初平元年(190年)2月、董卓が献帝を擁して長安に遷都したとき、牛輔は陝に駐屯して東方に備えた。なお、この時に李傕・郭汜・張済らが牛輔の指揮下に加わっている。
初平3年(192年)正月、牛輔は李傕・郭汜・張済に命じ中牟で朱儁を破らせた。さらに、陳留郡や潁川郡の諸県を攻略させ、略奪・殺戮・誘拐を行わせた。

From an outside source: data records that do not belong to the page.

"""A study: one process case, its decisions and parameters, an objective and constraints.

``Study.evaluate`` prices a batch of operating points (decisions x parameter sets) through the
process and cost layers in one call; ``Study.optimize`` finds the profit-optimal decisions (and,
with the same machinery, the maximum-yield point) for one or many parameter sets; ``landscape``
maps the objective over two decisions.

The optimiser is global enough for these smooth, low-dimensional problems: a scrambled Sobol
sample of the decision box (Sobol, USSR Comput. Math. Math. Phys. 7, 86, 1967; scipy.stats.qmc)
evaluated in one batch, then a batched compass search with Hooke-Jeeves pattern moves and a
Newton step through the last stencil, expanding on sufficient increase and contracting on
failure (Hooke & Jeeves, J. ACM 8, 212, 1961; Kolda, Lewis & Torczon, SIAM Rev. 45, 385, 2003),
from the best few distinct points; all starts, targets and parameter sets step together in one
batch per iteration, and the tracks of sets with equal physics finally seed each other. Process
evaluations are memoised per physics set on a lattice of the unit decision box and kept between
calls, and prices that enter the objective linearly are applied to stored physics exactly, so
re-optimising for many price sets costs little physics. Points violating a constraint rank below
every feasible point, by total relative violation; members the process reports infeasible never
win. Every reported figure is a full-accuracy evaluation of the decisions found; a point that
breaks a constraint only at full accuracy (the search's coarser process is a few tenths of a
kelvin off in a peak temperature) is searched again there, close by, at full accuracy.

Preliminary estimates only: the applicable pressure-vessel code, local regulations and licensed
engineers govern design.
"""

from __future__ import annotations

from collections.abc import Mapping
from dataclasses import dataclass, field, fields

import numpy as np

from teakit.errors import InputError
from teakit.process.cases.common import Spec
from teakit.study.definitions import Constraint, Decision, Parameter, case_info
from teakit.study.economics import ECONOMICS, plant_economics
from teakit.units import to_si

__all__ = ["OBJECTIVES", "Optimum", "Study"]

#: Merit of a point violating a constraint: below every feasible objective (lexicographic order:
#: feasible by objective, then infeasible by total relative violation, then process failures).
_INFEASIBLE = -1e30
#: Economic parameters the NPV and annual profit are linear in (at fixed discount rate, tax rate,
#: plant life, hours, efficiencies and catalyst density and life).
_LINEAR_ECONOMICS = frozenset({
    "product_price", "electricity_price", "hydrogen_price", "nitrogen_price", "sulfur_price",
    "steam_credit", "fuel_price", "cooling_water_price", "catalyst_price", "operator_salary",
    "contingency", "fee", "auxiliary", "working_capital_fraction",
})


class _NotLinear(Exception):
    """Linear pricing does not apply (a constraint reads money)."""


def _compose(objective, good, violation):
    """Lexicographic merit as one float: feasible points by objective; points violating a
    constraint below all of them, ordered by total relative violation; failures last."""
    m = np.where(np.isfinite(objective), objective, _INFEASIBLE)
    v = np.minimum(violation, 1e6)
    return np.where(good & (violation == 0), m, np.where(good, _INFEASIBLE * (1.0 + v), 1e4 * _INFEASIBLE))
#: Lattice of the unit decision box on which process evaluations are memoised (2^-24).
_LATTICE = float(2**24)
#: Constraint slack during the search, relative to each limit: the search's coarser bed
#: integration moves a peak temperature by up to about 0.3 K, so 5e-4 (0.4 K at 800 K) keeps the
#: optimum feasible when it is evaluated again at full accuracy.
_SLACK = 5e-4


class _PhysicsMemo:
    """Process figures (a :func:`_flatten` matrix), feasibility and solver state by point key."""

    MAX_ROWS = 200_000

    def __init__(self):
        self.index: dict[bytes, int] = {}
        self.template: dict = {}  # column layout of the figure matrix (see _flatten)
        self.n = 0
        self.Q = self.ok = None
        self.state: dict = {}

    def add(self, keys, Q, ok, state):
        n_new = len(keys)
        if self.Q is None:
            cap = max(1024, 2 * n_new)
            self.Q = np.empty((cap, Q.shape[1]))
            self.ok = np.empty(cap, bool)
            self.state = {k: np.empty((cap,) + v.shape[1:]) for k, v in state.items()}
        elif self.n + n_new > len(self.Q):
            cap = 2 * (self.n + n_new)
            self.Q = np.resize(self.Q, (cap, self.Q.shape[1]))
            self.ok = np.resize(self.ok, cap)
            self.state = {k: np.resize(v, (cap,) + v.shape[1:]) for k, v in self.state.items()}
        sl = slice(self.n, self.n + n_new)
        self.Q[sl], self.ok[sl] = Q, ok
        for k, v in state.items():
            self.state[k][sl] = v
        for j, key in enumerate(keys):
            self.index[key] = self.n + j
        self.n += n_new

    def get(self, rows):
        return self.Q[rows], self.ok[rows], {k: v[rows] for k, v in self.state.items()}


def _number(value, unit: str, what: str) -> float:
    """A finite number in SI ``unit`` from a number or a string with units; InputError naming ``what``."""
    if isinstance(value, bool) or not isinstance(value, int | float | str | np.floating | np.integer):
        raise InputError(f"{what} must be a number or a string with units, got {value!r}")
    v = to_si(value, unit, what) if isinstance(value, str) and unit not in ("-", "") else value
    try:
        v = float(v)
    except (TypeError, ValueError):
        raise InputError(f"{what} must be a number, got {value!r}") from None
    if not np.isfinite(v):
        raise InputError(f"{what} must be finite, got {value!r}")
    return v


def _value_array(value, unit: str, what: str) -> np.ndarray:
    """A 1-d array of finite SI values from a number, a string with units or a sequence of either."""
    try:
        if isinstance(value, str) or (isinstance(value, list | tuple) and value and all(isinstance(x, str) for x in value)):
            v = to_si(value, unit, what) if unit not in ("-", "") else np.asarray(value, dtype=float)
        elif isinstance(value, bool):
            raise TypeError
        else:
            v = value
        a = np.atleast_1d(np.asarray(v, dtype=float))
    except (TypeError, ValueError):
        raise InputError(f"{what} must be a number, a string with units or a 1-d sequence of them, got {value!r}") from None
    if a.ndim != 1 or a.size == 0:
        raise InputError(f"{what} must be a scalar or a non-empty 1-d array, got shape {a.shape}")
    if not np.isfinite(a).all():
        raise InputError(f"{what} must be finite, got {value!r}")
    return a
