def deform_part(part: Surface, placed: dict, opts, seed: int) -> np.ndarray:
    """The part's vertices after the rigid pose, an affine map and a smooth displacement in
    its low eigenfunctions (in the whole's frame), (n_part, 3).

    Pairs: each part sample with its closest whole vertex (the worst 10% trimmed),
    and each whole vertex that the part covers (:func:`covered_by`) with its nearest
    part vertex, so the whole's missing region pulls nothing.  The displacement is
    penalised by ``DEFORM_STIFFNESS`` times the eigenvalues, as in
    :func:`~.extrinsic.spectral_nonrigid_icp`.
    """
    P, W, tree = placed["P"], placed["W"], placed["tree"]
    X1 = np.hstack([P @ placed["R"].T + placed["t"], np.ones((len(P), 1))])
    affine = np.vstack([np.eye(3), np.zeros((1, 3))])
    sizes = [k for k in DEFORM_SIZES if k <= opts.deform_k]
    phi, values = np.zeros((len(P), 0)), np.zeros(0)
    if sizes:
        basis = eigenbasis(part, max(max(sizes), 2))
        area = float(basis.mass.sum())
        phi, values = np.asarray(basis.vectors) * np.sqrt(area), np.asarray(basis.values) * area
        sizes = [min(k, phi.shape[1]) for k in sizes]
    samples = farthest_points(P, min(opts.n_samples, part.n_vertices), seed=seed)
    schedule = [0] * (tuning.AFFINE_ICP_ITERATIONS if opts.affine else 0)
    schedule += [k for k in sizes for _ in range(tuning.DEFORM_ITERATIONS)]
    A = np.zeros((0, 3))
    for k in schedule:
        current = X1 @ affine + phi[:, :len(A)] @ A
        d, j = tree.query(current[samples])
        keep = d <= np.quantile(d, TRIM_KEEP)
        cov, near = covered_by(part, current, W)
        pairs = (samples[keep], W[j[keep]], near[cov], W[cov])
        if k == 0:
            affine = _solve_field(X1, *pairs, np.zeros((len(P), 3)), 1e-9 * np.eye(4))
        else:
            reg = tuning.DEFORM_STIFFNESS * len(samples) * np.diag(values[:k])
            A = _solve_field(phi[:, :k], *pairs, X1 @ affine, reg)
    return X1 @ affine + phi[:, :len(A)] @ A


# ------------------------------------------------------------------ the partial route
def _round_trip_confidence(points: np.ndarray, there: np.ndarray, back: np.ndarray,
                           unit: float) -> np.ndarray:
    """exp(-(d / width)²) of the round-trip distance d of each point (`unit` mm per solver unit)."""
    d = np.linalg.norm(points[back[there]] - points, axis=1) / unit
    return np.exp(-((d / tuning.CONFIDENCE_WIDTH) ** 2))


def _spectral_checks(part: Surface, whole: Surface, p2w: np.ndarray, covered: np.ndarray,
                     k: int) -> tuple[np.ndarray, dict]:
    """The part-by-whole functional map of the point map, its slanted-diagonal slope, and how
    well its soft indicator agrees with the covered region."""
    bp, bw = eigenbasis(part, k), eigenbasis(whole, k)
    C = overlap_fmap(np.asarray(bp.vectors), bp.mass, np.asarray(bw.vectors), p2w)
    v = soft_indicator(C, np.asarray(bp.vectors), bp.mass, np.asarray(bw.vectors))
    inside = v > 0.5
    agree = float(np.sum(inside & covered) / max(np.sum(inside | covered), 1))
    return C, {"fmap_slope": slanted_slope(C), "indicator_iou": agree}


def match_partial(source: Surface, target: Surface, opts, seed: int, found: dict) -> dict:
    """Map the part into the whole (see the module notes); the fields of a Correspondence.

    Returns ``source_to_target``, ``target_to_source``, ``functional_map`` (target by
    source, integrated over the covered region), both confidences (0 on the whole
    outside the covered region), ``source_overlap`` / ``target_overlap`` (all True on
    the part) and ``info["partial"]``.
    """
    from .pose import rigid_pose

    part_is_source = found["side"] == "source"
    part, whole = (source, target) if part_is_source else (target, source)
    pairs = np.asarray(opts.landmarks, dtype=np.int64).reshape(-1, 2)
    placed = place_part(part, whole, seed, opts, pairs if part_is_source else pairs[:, ::-1])
    moved = deform_part(part, placed, opts, seed)
    W, r = placed["W"], placed["radius"]
    _, p2w = placed["tree"].query(moved)
    covered, w2p = covered_by(part, moved, W)
    unit = 1.0 / (np.sqrt(4.0 * np.pi) * r)  # the solver's unit-size frame, in W's units
    conf_part = _round_trip_confidence(moved, p2w, w2p, unit)
    conf_whole = _round_trip_confidence(W, w2p, p2w, unit) * covered
    _, checks = _spectral_checks(part, whole, p2w, covered, opts.n_eigen)
    every = np.ones(part.n_vertices, dtype=bool)
    if part_is_source:
        s2t, t2s, ov_s, ov_t, conf_s, conf_t = p2w, w2p, every, covered, conf_part, conf_whole
    else:
        s2t, t2s, ov_s, ov_t, conf_s, conf_t = w2p, p2w, covered, every, conf_whole, conf_part
    rigid, rounds = rigid_pose(source, target, s2t, conf_s * ov_s)
    bs, bt = eigenbasis(source, opts.n_eigen), eigenbasis(target, opts.n_eigen)
    C = overlap_fmap(np.asarray(bt.vectors), bt.mass, np.asarray(bs.vectors), t2s, ov_t)
    share = float(whole.vertex_areas[covered].sum() / whole.area)
    info = {**found, "covered_fraction_of_whole": share,
            "pose_misfit_mm": placed["score"] * r, "shared_frame": bool(placed["shared_frame"]),
            **checks, "rigid_pose_rounds": rounds}
    if 0 < len(pairs) < 3:
        info["landmarks_note"] = "fewer than 3 landmark pairs: not used by the partial route"
    return {"source_to_target": s2t, "target_to_source": t2s, "functional_map": C,
            "confidence": conf_t, "source_confidence": conf_s, "rigid": rigid,
            "similarity": rigid, "source_overlap": ov_s, "target_overlap": ov_t,
            "info": {"route": "partial", "partial": info,
                     "rotation_ambiguity": _ambiguity(placed["rival"], len(pairs))}}


def _ambiguity(rival: dict | None, n_landmarks: int) -> dict | None:
    """The turn verdict of the partial route (keys as the whole-to-whole probe's), with an
    :class:`AmbiguousMatchWarning` when a pose turned by more than RIVAL_ANGLE_DEG fits
    within RIVAL_WITHIN of the chosen one; None with three or more landmark pairs."""
    if n_landmarks >= 3:
        return None
    flip = rival is not None and rival["energy_ratio"] < RIVAL_WITHIN
    if flip:
        warnings.warn(
            f"a placement of the part turned by {rival['angle_deg']:.0f} degrees fits almost as "
            f"well (misfit ratio {rival['energy_ratio']:.3f}, below {RIVAL_WITHIN}): the map may "
            "be turned; give three landmark pairs (MatchOptions.landmarks, or --landmarks on the "
            "command line) to fix it", AmbiguousMatchWarning, stacklevel=4)
    return {"ambiguous": bool(flip), "flip": bool(flip), "rival": rival, "axis": 0,
            "ratio": rival["energy_ratio"] if rival else None, "turns": 0}
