/**
 * Fulfils a request: first expired, first out (the suggested draw, shown lot by lot) or a lot of
 * the sending kitchen's choosing. One Idempotency-Key per attempt at one choice, so a retry after
 * a lost answer cannot send twice; a new choice or a definite answer starts a new key.
 */
function FulfilForm({ request, toName, unitSystem, onCancel, onDone, onClosed }: {
  request: TransferRequest;
  toName: string;
  unitSystem: UnitSystem;
  onCancel: () => void;
  onDone: (text: string) => Promise<void>;
  /** The request was closed meanwhile (fulfilled or declined by someone else). */
  onClosed: (text: string) => Promise<void>;
}) {
  const id = useId().replace(/:/g, "");
  const choices = useQuery({
    queryKey: ["transfer-requests", "lots", request.id],
    queryFn: () => send<TransferLotChoices>(`/api/transfer-requests/${request.id}/lots`),
    staleTime: 0,
  });
  const [choice, setChoice] = useState(FEFO);
  const [fields, setFields] = useState<Record<string, string[]>>({});
  const [error, setError] = useState<string | null>(null);
  const [busy, setBusy] = useState(false);
  const key = useRef<string | null>(null);

  const c = choices.data;
  const qty = (value: string) => (c ? quantityText(value, c.item, unitSystem).main : value);
  const asked = dec(request.quantity);
  const chosen = c?.lots.find((l) => l.lotId === choice);
  const fefoShort = c ? dec(c.fefo.short).gt(0) : false;
  const totalAvailable = c ? c.lots.reduce((sum, l) => sum.plus(dec(l.available)), dec("0")).toFixed() : "0";

  const choose = (value: string) => {
    setChoice(value);
    setFields({});
    setError(null);
    key.current = null;
  };

  const submit = async (e: FormEvent) => {
    e.preventDefault();
    if (busy) return;
    setBusy(true);
    setError(null);
    setFields({});
    key.current ??= newIdempotencyKey();
    try {
      const done = await send<{ request: TransferRequest; movements: Movement[] }>(`/api/transfer-requests/${request.id}/fulfil`, {
        method: "POST",
        body: choice === FEFO ? {} : { lot: choice },
        key: key.current,
      });
      key.current = null;
      const lots = [...new Set(done.movements.filter((m) => dec(m.delta).lt(0)).map((m) => m.lot.code))];
      const from = c?.item.trackLots && lots.length ? ` (${lots.length === 1 ? "lot" : "lots"} ${lots.join(", ")})` : "";
      await onDone(`Sent ${request.enteredQuantity} ${request.enteredUnit} of ${request.item.sku} to ${toName}${from}.`);
    } catch (e2) {
      if (!(e2 instanceof ApiError) || e2.status === 0) {
        // the answer was lost: the same key makes a retry safe
        setError(`Not fulfilled: ${e2 instanceof Error ? e2.message : "something went wrong."} Try again; it cannot be sent twice.`);
        return;
      }
      key.current = null;
      if (e2.code === "REQUEST_CLOSED") {
        await onClosed(`The request for ${request.item.sku} was not fulfilled: ${e2.message}`);
        return;
      }
      if (e2.fields.lot) setFields({ lot: e2.fields.lot });
      else if (e2.code === "INSUFFICIENT_STOCK") {
        const a = typeof e2.details.available === "string" ? e2.details.available : null;
        setError(`Not fulfilled: not enough stock here.${a !== null && c ? ` Only ${qty(a)} available${choice === FEFO ? " in date" : ""}.` : ""}`);
      } else setError(`Not fulfilled: ${e2.message}`);
      await choices.refetch();
    } finally {
      setBusy(false);
    }
  };

  if (choices.isPending) {
    return (
      <p role="status" className="flex items-center gap-2 text-brine">
        <Loader2 aria-hidden className="h-4 w-4 animate-spin" /> Loading this kitchen&rsquo;s lots…
      </p>
    );
  }
  if (choices.isError) {
    return (
      <div className="space-y-5">
        <FormMessage tone="error">The lots could not be loaded: {choices.error.message}</FormMessage>
        <SideSheetFooter>
          <button type="button" className="btn-quiet" onClick={onCancel}>Cancel</button>
          <button type="button" className="btn-primary" onClick={() => void choices.refetch()}>Try again</button>
        </SideSheetFooter>
      </div>
    );
  }
  const data = choices.data;
  // in-date lots first (in the order the draw takes them), expired ones after
  const lotOptions = data.item.trackLots ? [...data.lots.filter((l) => !l.expired), ...data.lots.filter((l) => l.expired)] : [];

  return (
    <form onSubmit={(e) => void submit(e)} noValidate className="space-y-5">
      {data.item.cure ? <CureCaution /> : null}
      <dl className="grid grid-cols-[auto_1fr] gap-x-4 gap-y-1 text-sm">
        <dt className="text-brine">Asked for</dt>
        <dd className="num font-semibold tabular-nums">{qty(request.quantity)}</dd>
        <dt className="text-brine">Available here</dt>
        <dd className="num font-semibold tabular-nums">{qty(totalAvailable)}</dd>
        {request.note ? (
          <>
            <dt className="text-brine">Note</dt>
            <dd>{request.note}</dd>
          </>
        ) : null}
      </dl>

      {!data.item.trackLots ? (
        <p className="text-sm text-pepper-soft">
          {data.item.sku} is not tracked by lot: the oldest stock here goes first.
          {fefoShort ? <span className="mt-1 block font-semibold text-ember">{qty(data.fefo.short)} short.</span> : null}
        </p>
      ) : (
        <fieldset aria-describedby={fields.lot?.length ? `${id}-lot-error` : undefined}>
          <legend className="field-label">Lot to send</legend>
          <div className="mt-1 space-y-2">
            <ChoiceCard
              name={`${id}-lot`}
              value={FEFO}
              checked={choice === FEFO}
              onChange={choose}
              autoFocus
              title="First expired, first out (suggested)"
            >
              {data.fefo.takes.length ? (
                <span>
                  Takes {data.fefo.takes.map((t) => `${qty(t.quantity)} from lot ${t.code}`).join(", then ")}.
                </span>
              ) : (
                <span>No lot in date has stock here.</span>
              )}
              {fefoShort ? (
                <span className="mt-1 flex items-start gap-1 font-semibold text-ember">
                  <TriangleAlert aria-hidden className="mt-0.5 h-4 w-4 shrink-0" />
                  {qty(data.fefo.short)} short{data.lots.some((l) => l.expired) ? ": expired lots go only when named below" : ""}.
                </span>
              ) : data.lots.some((l) => l.expired) ? (
                <span className="mt-1 block">Expired lots are skipped.</span>
              ) : null}
            </ChoiceCard>
            {lotOptions.map((l) => {
              const enough = dec(l.available).gte(asked);
              const band = l.daysLeft === null ? null : expiryBadge(l.daysLeft);
              return (
                <ChoiceCard
                  key={l.lotId}
                  name={`${id}-lot`}
                  value={l.lotId}
                  checked={choice === l.lotId}
                  onChange={choose}
                  disabled={!enough}
                  title={`Lot ${l.code}`}
                  badge={band ? <Badge tone={band.tone}>{band.word}</Badge> : null}
                >
                  <span className="block">{lotDateText(l)}</span>
                  <span className="num block tabular-nums">
                    {qty(l.available)} available{enough ? "" : ": less than asked"}
                  </span>
                </ChoiceCard>
              );
            })}
          </div>
          <FieldError id={`${id}-lot`} errors={fields.lot} />
        </fieldset>
      )}
      {!data.item.trackLots ? <FieldError id={`${id}-lot`} errors={fields.lot} /> : null}

      {chosen?.expired ? (
        <p role="note" className="flex items-start gap-2 rounded-md border border-ember/30 bg-ember-soft px-3 py-2 text-sm font-medium text-ember">
          <TriangleAlert aria-hidden className="mt-0.5 h-4 w-4 shrink-0" />
          <span>Lot {chosen.code} expired on {formatDay(chosen.date!)}. {toName} will not be able to use it, only waste it.</span>
        </p>
      ) : null}

      {error ? <FormMessage tone="error">{error}</FormMessage> : null}
      <SideSheetFooter>
        <button type="button" className="btn-quiet" onClick={onCancel}>Cancel</button>
        <button type="submit" className="btn-primary" disabled={busy}>
          {busy ? <Loader2 aria-hidden className="h-5 w-5 animate-spin" /> : <ArrowLeftRight aria-hidden className="h-5 w-5" />}
          Send to {toName}
        </button>
      </SideSheetFooter>
    </form>
  );
}

/** One choice of the lot list: a radio with its title, badge and details, the whole card clickable. */
function ChoiceCard({ name, value, checked, onChange, disabled, autoFocus, title, badge, children }: {
  name: string;
  value: string;
  checked: boolean;
  onChange: (value: string) => void;
  disabled?: boolean;
  autoFocus?: boolean;
  title: string;
  badge?: ReactNode;
  children: ReactNode;
}) {
  return (
    <label
      className={`flex min-h-touch items-start gap-3 rounded-md border px-3 py-2 ${
        disabled ? "cursor-not-allowed border-salt-edge bg-salt-deep" : checked ? "cursor-pointer border-paprika bg-paprika-soft" : "cursor-pointer border-salt-edge bg-white"
      }`}
    >
      <input
        type="radio"
        name={name}
        value={value}
        checked={checked}
        disabled={disabled}
        data-autofocus={autoFocus ? "" : undefined}
        onChange={() => onChange(value)}
        className="mt-1 h-5 w-5 shrink-0 accent-paprika"
      />
      <span className="min-w-0 flex-1">
        <span className="flex flex-wrap items-center gap-2 font-semibold text-pepper">
          {title}
          {badge}
        </span>
        <span className="mt-0.5 block text-sm text-pepper-soft">{children}</span>
      </span>
    </label>
  );
}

同年4月、董卓が王允らによって殺害された後、董卓の一族であるということで牛輔も討伐の対象とされた。それでも、王允が送り出した李粛率いる討伐軍を撃退するなど、激しく抗戦した。しかし、まもなく配下の部隊が恐慌状態になったため、牛輔は全軍が反乱を起こしたと思い込み、財宝を持って側近五、六人と城を脱け出し逃亡しようとした。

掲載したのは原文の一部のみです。